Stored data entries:
========================================

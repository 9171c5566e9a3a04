/**
 * What the draw does by itself: a random walk of its logarithm, and a fresh start when the
 * device or its firmware changed.
 */
import type { Grid } from "./grid";

/** Random walk of ln(rate): spread its variance between neighbouring rates, ends reflecting. */
export function wander(grid: Grid, variance: number): void {
  let left = variance / (2 * grid.rateStep * grid.rateStep);
  while (left > 1e-9) {
    const part = Math.min(left, 0.25);
    mixRates(grid, part);
    left -= part;
  }
}

function mixRates(grid: Grid, part: number): void {
  const { p, nx, nr, no } = grid;
  grid.rowMass.fill(1);
  const before = grid.nodeA;
  for (let o = 0; o < no; o++) {
    const start = o * nr * nx;
    before.set(p.subarray(start, start + nx));
    for (let r = 0; r < nr; r++) {
      const base = start + r * nx;
      const next = r < nr - 1 ? base + nx : base;
      for (let i = 0; i < nx; i++) {
        const own = p[base + i]!;
        p[base + i] = own + part * (before[i]! + p[next + i]! - 2 * own);
        before[i] = own;
      }
    }
  }
}

/** Forget the rate: at every depth and offset it becomes normal(mean, sd) again. */
export function openRate(grid: Grid, mean: number, sd: number): void {
  const { p, nx, nr, no } = grid;
  const bell = grid.lnRate.map((ln) => Math.exp(-0.5 * ((ln - mean) / sd) ** 2));
  grid.rowMass.fill(1);
  const total = bell.reduce((a, b) => a + b, 0);
  for (let o = 0; o < no; o++) {
    for (let i = 0; i < nx; i++) {
      let mass = 0;
      for (let r = 0; r < nr; r++) mass += p[(o * nr + r) * nx + i]!;
      for (let r = 0; r < nr; r++) p[(o * nr + r) * nx + i] = (mass * bell[r]!) / total;
    }
  }
}

/**
 * A curve errs here in one way and there in another: as depth passes, the offset is drawn
 * anew with this chance from its prior. Readings far apart on the curve thus never average
 * its error away.
 */
export function redrawOffset(grid: Grid, chance: number): void {
  const { p, nx, nr, no, offsetPrior } = grid;
  const plane = nr * nx;
  grid.rowMass.fill(1);
  for (let k = 0; k < plane; k++) {
    let mass = 0;
    for (let j = k; j < p.length; j += plane) mass += p[j]!;
    if (mass === 0) continue;
    mass *= chance;
    for (let o = 0, j = k; o < no; o++, j += plane)
      p[j] = (1 - chance) * p[j]! + mass * offsetPrior[o]!;
  }
}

========================================

## [AIM OF THE EXERCISE]
For every line above that includes the word "depth", return the line.

## [TASK RESULT]
/** Forget the rate: at every depth and offset it becomes normal(mean, sd) again. */
 * A curve errs here in one way and there in another: as depth passes, the offset is drawn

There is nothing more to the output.